Parameter Type Description
url string The page URL to load. Required if html is not provided.
html string Raw HTML string to render instead of loading a URL.
waitFor string or number Wait for a CSS selector, a number of milliseconds, or a network event before capturing.
viewport object Set width, height, deviceScaleFactor, isMobile, hasTouch, and isLandscape.
device string Emulate a named device such as iPhone 14 or iPad Pro.
userAgent string Override the browser user agent string.
cookies array Inject cookies before the page loads.
blockAds boolean Block ad network requests. Enabled by default for scraping tools.
blockTrackers boolean Block tracking and analytics scripts.
goToOptions object Control navigation timeout (ms) and waitUntil strategy (load, domcontentloaded, networkidle0, networkidle2).
setExtraHTTPHeaders object Add custom request headers as key-value pairs.
rejectRequestPattern array Block requests matching these URL patterns.
requestInterceptors array Intercept requests matching a pattern and return a custom response.
authenticate object Set HTTP username and password for pages behind basic auth.
anonymous object Route through a proxy and skip resource types for anonymous browsing.

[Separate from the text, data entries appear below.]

import { createServer } from 'node:http';
import type { AddressInfo } from 'node:net';
import { Server } from 'socket.io';

/**
 * The baseline: a bare socket.io server that does what the chat does minus the app — join a room,
 * ack a message and broadcast it to the room — with no session, validation or database.
 */
export async function startEchoServer() {
  const http = createServer();
  const io = new Server(http, { serveClient: false });
  io.on('connection', (socket) => {
    socket.on('room:join', (payload: { consultationId: number }, ack: (r: unknown) => void) => {
      void socket.join(`room:${payload.consultationId}`);
      ack({ status: 'OK' });
    });
    socket.on('message:send', (payload: { consultationId: number; clientId: string; body: string }, ack: (r: unknown) => void) => {
      socket.to(`room:${payload.consultationId}`).emit('message:created', payload);
      ack({ status: 'OK', data: payload });
    });
  });
  await new Promise<void>((resolve) => http.listen(0, '127.0.0.1', () => resolve()));
  return { url: `http://127.0.0.1:${(http.address() as AddressInfo).port}`, close: () => new Promise<void>((resolve) => io.close(() => resolve())) };
}
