/**
 * `npm run bench:chat` — chat throughput and delivery latency of the real server (session sign-in,
 * validation, MariaDB write before ack, ordered broadcast) against a bare socket.io echo server
 * measured in the same run. Usage: npm run bench:chat -- [rooms=20] [messagesPerRoom=50]
 */
import fs from 'node:fs';
import os from 'node:os';
import path from 'node:path';
import { randomUUID } from 'node:crypto';
import type { Socket } from 'socket.io-client';
import { startLocalServices } from '../stack/services';
import { freePort } from '../stack/net';
import { openClient, runLoad, type LoadResult } from './chat-load';
import { startEchoServer } from './echo-baseline';

const rooms = Number(process.argv[2] ?? 20);
const perRoom = Number(process.argv[3] ?? 50);
const tmp = fs.mkdtempSync(path.join(os.tmpdir(), 'saddlestep-bench-'));
const log = (line: string) => console.log(`[bench] ${line}`);

const ask = (socket: Socket, event: string, payload: unknown) => socket.timeout(10_000).emitWithAck(event, payload) as Promise<{ status: string }>;

async function main() {
  const ports = { database: await freePort(), smtp: await freePort(), mailWeb: await freePort(), stripe: await freePort() };
  const services = await startLocalServices({ dataDir: tmp, ports, databaseName: 'saddlestep_bench', given: {}, log: () => {} });
  const port = await freePort();
  Object.assign(process.env, services.env, {
    NODE_ENV: 'test', LOG_LEVEL: 'silent', BCRYPT_COST: '10', PORT: String(port), CLIENT_DIST: '', UPLOAD_DIR: path.join(tmp, 'uploads'),
    AUTH_RATE_LIMIT: '100000', CHAT_BURST: '100000', CHAT_PER_SECOND: '100000', SCHEDULER_INTERVAL_SECONDS: '0',
  });
  const { loadConfig } = await import('../../server/config');
  const { startServer } = await import('../../server/index');
  const { Consultation, User } = await import('../../server/models');
  const { createPasswordHasher } = await import('../../server/services/passwords');
  const server = await startServer(loadConfig());
  const url = `http://127.0.0.1:${port}`;
  try {
    const hash = await createPasswordHasher(10).hash('bench-password-1');
    const signIn = async (email: string) => {
      const csrf = await fetch(`${url}/api/auth/csrf`);
      const cookie = csrf.headers.getSetCookie().map((c) => c.split(';')[0]).join('; ');
      const { csrfToken } = (await csrf.json()) as { csrfToken: string };
      const res = await fetch(`${url}/api/auth/sign-in`, { method: 'POST', headers: { 'content-type': 'application/json', 'x-csrf-token': csrfToken, cookie }, body: JSON.stringify({ email, password: 'bench-password-1' }) });
      return res.headers.getSetCookie().map((c) => c.split(';')[0]).join('; ');
    };
    log(`Setting up ${rooms} rooms with a rider and a fitter each…`);
    const appPairs: { sender: Socket; receiver: Socket; roomId: number }[] = [];
    for (let i = 0; i < rooms; i += 1) {
      const make = (role: 'rider' | 'fitter') => User.create({ email: `${role}-${i}-${randomUUID().slice(0, 6)}@bench.example`, passwordHash: hash, role, displayName: `${role} ${i}`, timeZone: 'UTC', status: 'active' });
      const [rider, fitter] = [await make('rider'), await make('fitter')];
      const starts = new Date(Date.now() + 86_400_000);
      const consultation = await Consultation.create({ riderId: rider.id, fitterId: fitter.id, intakeId: null, status: 'booked', startsAt: starts, endsAt: new Date(starts.getTime() + 3_600_000), holdExpiresAt: null, feeMinor: 0, currency: 'EUR', calendarUid: randomUUID(), cancelledById: null, cancelReason: null });
      const sender = await openClient(url, await signIn(rider.email));
      const receiver = await openClient(url, await signIn(fitter.email));
      await ask(sender, 'room:join', { consultationId: consultation.id });
      await ask(receiver, 'room:join', { consultationId: consultation.id });
      appPairs.push({ sender, receiver, roomId: consultation.id });
    }
    const echo = await startEchoServer();
    const echoPairs: typeof appPairs = [];
    for (let i = 0; i < rooms; i += 1) {
      const [sender, receiver] = [await openClient(echo.url), await openClient(echo.url)];
      await ask(sender, 'room:join', { consultationId: i });
      await ask(receiver, 'room:join', { consultationId: i });
      echoPairs.push({ sender, receiver, roomId: i });
    }
    const send = async (socket: Socket, consultationId: number, clientId: string, body: string) => {
      const ack = await ask(socket, 'message:send', { consultationId, clientId, body });
      if (ack.status !== 'OK') throw new Error(`send failed: ${JSON.stringify(ack)}`);
    };
    // Warm up both paths (JIT, connection pools) before measuring.
    await runLoad('warm-up', echoPairs.slice(0, 2), 5, send);
    await runLoad('warm-up', appPairs.slice(0, 2), 5, send);
    const baseline = await runLoad('bare socket.io echo', echoPairs, perRoom, send);
    const app = await runLoad('Saddlestep chat (MariaDB)', appPairs, perRoom, send);
    report([baseline, app], baseline);
    for (const p of [...appPairs, ...echoPairs]) [p.sender, p.receiver].forEach((s) => s.close());
    await echo.close();
  } finally {
    await server.close();
    await services.stop();
    fs.rmSync(tmp, { recursive: true, force: true });
  }
}

function report(results: LoadResult[], baseline: LoadResult) {
  console.log(`\nChat benchmark: ${rooms} rooms × ${perRoom} messages, ${os.cpus().length} CPU(s) ${os.cpus()[0]?.model ?? ''}, Node ${process.version}`);
  console.log('| run | messages | msg/s | p50 ms | p99 ms | msg/s vs baseline |');
  console.log('|---|---|---|---|---|---|');
  for (const r of results) {
    console.log(`| ${r.label} | ${r.messages} | ${r.perSecond.toFixed(0)} | ${r.p50Ms.toFixed(1)} | ${r.p99Ms.toFixed(1)} | ${(r.perSecond / baseline.perSecond).toFixed(2)}× |`);
  }
}

main().then(
  () => process.exit(0),
  (error: unknown) => {
    // Loud on purpose: a failed or partial benchmark must never pass for a result.
    console.error('\n*** CHAT BENCHMARK FAILED: no valid figures ***');
    console.error(error);
    process.exit(1);
  },
);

Screenshot-specific parameters:

Parameter Type Description
options.fullPage boolean Capture the full scrollable page. Defaults to true.
options.type string Image format: png or jpeg. Defaults to png.
options.quality number JPEG quality from 0 to 100.
options.clip object Capture a specific region with x, y, width, and height.
options.omitBackground boolean Make the background transparent (PNG only).
manipulate object Post-process the image with resize, rotate, flip, and flop.
responseType string Return the image as a buffer (default) or a hosted url.

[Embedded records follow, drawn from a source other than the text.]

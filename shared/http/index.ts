export * from './errors';
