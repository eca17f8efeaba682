/**
 * The one shape every API error takes, so the client can show `message` and put
 * `fields` next to the matching inputs. Internals never appear here.
 */
export interface ApiErrorBody {
  error: {
    /** Stable machine-readable id, e.g. `validation_failed`. */
    code: string;
    /** A sentence a person can act on. */
    message: string;
    /** Per-field messages for forms, keyed by the field path (`address.city`). */
    fields?: Record<string, string>;
    /** Structured detail for some errors, e.g. a refused plan's `violations`. */
    [detail: string]: unknown;
  };
}

export const ERROR_CODES = [
  'validation_failed',
  'malformed_json',
  'payload_too_large',
  'unsupported_media_type',
  'not_signed_in',
  'forbidden',
  'not_found',
  'conflict',
  'csrf_failed',
  'rate_limited',
  'sign_in_failed',
  'account_pending',
  'account_disabled',
  'internal_error',
] as const;
export type ErrorCode = (typeof ERROR_CODES)[number] | (string & {});

/** Socket acknowledgements: always one of these two shapes. */
export type Ack<T> = { status: 'OK'; data: T } | { status: 'ERROR'; errors: ApiErrorBody['error'] };
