import { randomUUID } from 'node:crypto';
import { io as connect, type Socket } from 'socket.io-client';

export interface LoadResult {
  label: string;
  messages: number;
  seconds: number;
  perSecond: number;
  p50Ms: number;
  p99Ms: number;
}

function percentile(sorted: number[], p: number): number {
  if (sorted.length === 0) return 0;
  return sorted[Math.min(sorted.length - 1, Math.floor((p / 100) * sorted.length))]!;
}

export function openClient(url: string, cookie?: string): Promise<Socket> {
  const socket = connect(url, { transports: ['websocket'], reconnection: false, forceNew: true, extraHeaders: cookie ? { Cookie: cookie } : {} });
  return new Promise((resolve, reject) => {
    socket.once('connect', () => resolve(socket));
    socket.once('connect_error', reject);
  });
}

/** How long the receivers may take to see every message after the last ack. */
export const ARRIVAL_TIMEOUT_MS = 30_000;

/**
 * Drive `rooms` pairs of sockets: in each room the sender sends `perRoom` messages one after
 * another (waiting for each ack, as the app's client does) while all rooms run at once. Delivery
 * latency is send → arrival at the other socket of the room. A run in which some messages never
 * arrive throws instead of reporting: a throughput figure from a partial run would be a lie.
 */
export async function runLoad(label: string, pairs: { sender: Socket; receiver: Socket; roomId: number }[], perRoom: number, send: (socket: Socket, roomId: number, clientId: string, body: string) => Promise<void>): Promise<LoadResult> {
  const latencies: number[] = [];
  const sentAt = new Map<string, number>();
  let received = 0;
  const total = pairs.length * perRoom;
  let arrivedAll: () => void = () => {};
  const allArrived = new Promise<void>((resolve) => (arrivedAll = resolve));
  const onCreated = (message: { clientId: string }) => {
    const started = sentAt.get(message.clientId);
    if (started === undefined) return; // not from this run
    latencies.push(performance.now() - started);
    received += 1;
    if (received >= total) arrivedAll();
  };
  for (const { receiver } of pairs) receiver.on('message:created', onCreated);
  const start = performance.now();
  try {
    await Promise.all(
      pairs.map(async ({ sender, roomId }) => {
        for (let i = 0; i < perRoom; i += 1) {
          const clientId = randomUUID();
          sentAt.set(clientId, performance.now());
          await send(sender, roomId, clientId, `message ${i} in room ${roomId}`);
        }
      }),
    );
    let timer: NodeJS.Timeout | undefined;
    const complete = await Promise.race([allArrived.then(() => true), new Promise<boolean>((resolve) => (timer = setTimeout(() => resolve(false), ARRIVAL_TIMEOUT_MS)))]);
    clearTimeout(timer);
    if (!complete) {
      throw new Error(`BENCHMARK INCOMPLETE (${label}): only ${received} of ${total} messages reached their receivers within ${ARRIVAL_TIMEOUT_MS / 1000} s after the last ack. No figures are reported for a partial run.`);
    }
  } finally {
    for (const { receiver } of pairs) receiver.off('message:created', onCreated);
  }
  const seconds = (performance.now() - start) / 1000;
  latencies.sort((a, b) => a - b);
  return { label, messages: received, seconds, perSecond: received / seconds, p50Ms: percentile(latencies, 50), p99Ms: percentile(latencies, 99) };
}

When using the screenshot tool via MCP, the result is returned as a hosted URL by default. When calling the API directly, responseType defaults to buffer. Set responseType: 'url' to receive a hosted link instead.

PDF-specific parameters:

Parameter Type Description
options.format string Page size: A4, Letter, Legal, Tabloid, Ledger, A0A6.
options.landscape boolean Render in landscape orientation.
options.margin object Set top, bottom, left, and right margins.
options.printBackground boolean Include CSS backgrounds in the output.
options.displayHeaderFooter boolean Show header and footer on each page.
options.headerTemplate string HTML template for the page header.
options.footerTemplate string HTML template for the page footer.
options.pageRanges string Print specific pages, e.g. 1-5.
options.scale number Scale the page content.
emulateMedia string Render as screen or print media type.
responseType string Return the PDF as a buffer (default) or a hosted url.

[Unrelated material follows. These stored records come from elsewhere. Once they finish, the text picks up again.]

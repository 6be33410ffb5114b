package model

import (
	"fmt"
	"strings"
)

// This file is the one list of the junction's fields and effect switches:
// for each member of Spec its session key, command-line flag, labels, unit
// kind, help, the group of the workbench's form it is edited in, its
// choices and accessors. The command line builds its junction flags from
// it, the session comparison and report their labels and the workbench its
// form; a test proves that every Spec member is in it.

// FieldClass tells how a catalogue field is typed and edited.
type FieldClass int

// Field classes.
const (
	// ClassValue is a number in trade units of the field's Kind.
	ClassValue FieldClass = iota
	// ClassText is a word: a material, a profile, a species, a model set.
	ClassText
	// ClassEffect is a switch that turns one non-ideal effect off.
	ClassEffect
)

// CatalogueField describes one member of Spec (or of Spec.Effects).
type CatalogueField struct {
	// Key is the member's JSON key in a session; a member of the effects
	// object is written "effects.KEY".
	Key string
	// Flag is the command-line flag (without dashes); for value and text
	// fields it is also the field name Validate reports (the Field*
	// constants).
	Flag string
	// Label names the quantity for tables (the session comparison, the
	// report), with its symbol when it has one.
	Label string
	// Class is how the field is typed.
	Class FieldClass
	// Kind is the unit kind of a ClassValue field.
	Kind Kind
	// Help is the one-line description of the flag, with an example.
	Help string
	// Zero is what an empty value (a zero or absent member) means, shown
	// instead of the number; "" = a number field needs a value.
	Zero string
	// Aliases are the words a user may type for the empty value of a
	// number field besides the empty text (for example "long", "0").
	Aliases []string
	// Lower says a ClassText word is read case-insensitively and stored
	// in lower case.
	Lower bool

	// Group is the group (the step of the workbench's form) the field is
	// edited in; Title names the field there and Hint says in one line
	// what it is.
	Group InputGroup
	Title string
	Hint  string
	// Section is a heading drawn above the field in its group ("" = none).
	Section string
	// Parent is the flag of the effect switch a field refines (the
	// parameter set of that effect): the field applies only while the
	// effect is on.
	Parent string
	// Shows is the key of the result quantity that gives the value in
	// force beside the field: the doping-dependent lifetime of an empty
	// lifetime, the band gap of a material.
	Shows string
	// InSolver names, for an effect switch, what of the effect the
	// drift-diffusion solver always contains (its switch then applies to
	// the analytic values only, and a numeric result says so); "" when the
	// solver follows the switch or lacks the effect.
	InSolver string

	zeroEmpty bool // a zero member is the empty value (not only an absent one)
	num       func(*Spec) (float64, bool)
	setN      func(*Spec, float64)
	clear     func(*Spec)
	text      func(*Spec) *string
	bswit     func(*Spec) *bool
	parentOff func(*Spec) *bool
	applies   func(Spec) bool
	choices   func(Spec) []Choice
}

// InputGroup is one group of fields: a step of the workbench's guided
// definition.
type InputGroup int

// The groups, in order.
const (
	InputMaterial InputGroup = iota
	InputDoping
	InputGeometry
	InputLifetimes
	InputConditions
)

// InputGroupInfo describes a group for people.
type InputGroupInfo struct {
	Group InputGroup
	// Name is short (a step bar), Title a heading, Intro one paragraph.
	Name, Title, Intro string
	// Glance lists the keys of the results the group's fields change most,
	// shown under it.
	Glance []string
}

// InputGroups returns the groups of the catalogue in order: a new slice each
// call.
func InputGroups() []InputGroupInfo {
	return []InputGroupInfo{
		{InputMaterial, "Material", "Material", "The semiconductor the junction is made in; its band gap and intrinsic density follow the temperature set under Conditions.",
			[]string{"band_gap_eV", "intrinsic_density_per_m3"}},
		{InputDoping, "Doping", "Doping and profile", "Net impurity levels on each side, the species that supply them, and whether the doping steps or grades across the junction.",
			[]string{"built_in_potential_V", "depletion_width_m"}},
		{InputGeometry, "Geometry", "Geometry and contacts", "Junction area, the neutral widths out to each contact (empty: long), how strongly each contact recombines minority carriers (empty: ohmic), layer thicknesses and the resistances around the junction.",
			[]string{"saturation_current_A", "junction_capacitance_F"}},
		{InputLifetimes, "Lifetimes", "Minority lifetimes", "Leave a lifetime empty to use the doping-dependent value shown beside it; type a measured one to override it.",
			[]string{"electron_diffusion_length_m", "hole_diffusion_length_m"}},
		{InputConditions, "Conditions", "Operating conditions", "Temperature and applied bias (forward is positive: p side positive against the n side), the reference currents, and which non-ideal effects are on.",
			[]string{"depletion_width_m", "saturation_current_A", "current_A"}},
	}
}

// Choice is one value of a choice field: the word stored and its label.
type Choice struct {
	Value, Label string
}

// Value returns a ClassValue field's value and whether one is given:
// false for an empty field, that is an absent optional member (an ohmic
// contact's velocity) or a zero where zero means Zero (a long region).
func (f CatalogueField) Value(s Spec) (float64, bool) {
	if f.num == nil {
		return 0, false
	}
	return f.num(&s)
}

// SetValue sets a ClassValue field to v (SI units). It panics for another
// class: a programmer's mistake.
func (f CatalogueField) SetValue(s *Spec, v float64) {
	if f.setN == nil {
		panic(fmt.Sprintf("model: SetValue on %s, a field of class %d", f.Key, f.Class))
	}
	f.setN(s, v)
}

// ZeroIsEmpty reports whether a zero member is the field's empty value (a
// long region, no shunt); false where zero is a value (a perfectly
// passivated contact, a bias of 0 V) and only absence is empty.
func (f CatalogueField) ZeroIsEmpty() bool { return f.zeroEmpty }

// Clear empties the field: the member's zero (or absent) value, which
// means Zero.
func (f CatalogueField) Clear(s *Spec) { f.clear(s) }

// Parse reads the text a user typed for a ClassValue field: the empty
// text or one of Aliases is the empty value (given false) where the field
// has one; anything else is a value in trade units (ParseValue).
func (f CatalogueField) Parse(text string) (v float64, given bool, err error) {
	t := strings.TrimSpace(text)
	if f.Zero != "" && f.Class == ClassValue {
		if t == "" {
			return 0, false, nil
		}
		for _, a := range f.Aliases {
			if strings.EqualFold(t, a) {
				return 0, false, nil
			}
		}
	}
	v, err = ParseValue(f.Kind, t)
	return v, err == nil, err
}

// Text returns a ClassText field's word ("" for another class).
func (f CatalogueField) Text(s Spec) string {
	if f.text == nil {
		return ""
	}
	return *f.text(&s)
}

// SetText sets a ClassText field. It panics for another class.
func (f CatalogueField) SetText(s *Spec, v string) {
	if f.text == nil {
		panic(fmt.Sprintf("model: SetText on %s, a field of class %d", f.Key, f.Class))
	}
	*f.text(s) = v
}

// Off reports whether a ClassEffect switch turns its effect off.
func (f CatalogueField) Off(s Spec) bool {
	if f.bswit == nil {
		return false
	}
	return *f.bswit(&s)
}

// SetOff sets a ClassEffect switch. It panics for another class.
func (f CatalogueField) SetOff(s *Spec, off bool) {
	if f.bswit == nil {
		panic(fmt.Sprintf("model: SetOff on %s, a field of class %d", f.Key, f.Class))
	}
	*f.bswit(s) = off
}

// Choices lists the values a ClassText or ClassEffect field is chosen
// from for the junction s (the species depend on its material; an
// effect is "on" or "off"); nil for a number field.
func (f CatalogueField) Choices(s Spec) []Choice {
	switch {
	case f.Class == ClassEffect:
		return []Choice{{"on", "on"}, {"off", "off"}}
	case f.choices != nil:
		return f.choices(s)
	}
	return nil
}

// Choice returns the chosen value of a ClassText field, or "on"/"off" for
// an effect switch.
func (f CatalogueField) Choice(s Spec) string {
	if f.Class == ClassEffect {
		if f.Off(s) {
			return "off"
		}
		return "on"
	}
	return f.Text(s)
}

// SetChoice sets a ClassText field, or an effect switch from "on"/"off".
func (f CatalogueField) SetChoice(s *Spec, v string) {
	if f.Class == ClassEffect {
		f.SetOff(s, v == "off")
		return
	}
	f.SetText(s, v)
}

// Applies reports whether the field means something for the junction s:
// a gradient only for a graded profile, a layer thickness only for a long
// region, a refinement only while its effect is on.
func (f CatalogueField) Applies(s Spec) bool {
	if f.parentOff != nil && *f.parentOff(&s) {
		return false
	}
	return f.applies == nil || f.applies(s)
}

// value builds a ClassValue entry on a float64 member; where zero means
// something (zero != "") a zero member is the empty value.
func value(key, flag, label string, k Kind, zero, help string, p func(*Spec) *float64) CatalogueField {
	return CatalogueField{Key: key, Flag: flag, Label: label, Class: ClassValue, Kind: k, Zero: zero, Help: help, zeroEmpty: zero != "",
		num:   func(s *Spec) (float64, bool) { v := *p(s); return v, zero == "" || v != 0 },
		setN:  func(s *Spec, v float64) { *p(s) = v },
		clear: func(s *Spec) { *p(s) = 0 }}
}

// optional builds a ClassValue entry on a *float64 member (nil = absent,
// the empty value; zero is a value).
func optional(key, flag, label string, k Kind, zero, help string, p func(*Spec) **float64) CatalogueField {
	return CatalogueField{Key: key, Flag: flag, Label: label, Class: ClassValue, Kind: k, Zero: zero, Help: help,
		num: func(s *Spec) (float64, bool) {
			if *p(s) == nil {
				return 0, false
			}
			return **p(s), true
		},
		setN:  func(s *Spec, v float64) { *p(s) = &v },
		clear: func(s *Spec) { *p(s) = nil }}
}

When using the PDF tool via MCP, the result is returned as a hosted URL by default. When calling the API directly, responseType defaults to buffer. Set responseType: 'url' to receive a hosted link instead.

Rate Limits and Fair Use

Each API key has a monthly request limit based on your plan. Long-running pages with heavy JavaScript or large PDFs consume more resources. Use blockAds and blockTrackers to speed up requests and reduce bandwidth usage on scraping workloads.

The Agenty AI request and response schema is intentionally kept compatible with the most widely used browser automation APIs including Browserless, Firecrawl, Cloudflare Browser Rendering, and similar services. If you are already using one of these providers, you can switch to Agenty AI by updating your base URL and API key without rewriting your existing requests.

Provider Migration
Browserless Change base URL and API key. All parameters are compatible.
Firecrawl Change base URL and API key. Scrape, markdown, and crawl endpoints map directly.
Cloudflare Browser Rendering Change base URL and auth header. Screenshot and content parameters are compatible.
Puppeteer HTTP APIs Most goToOptions and page options map 1:1.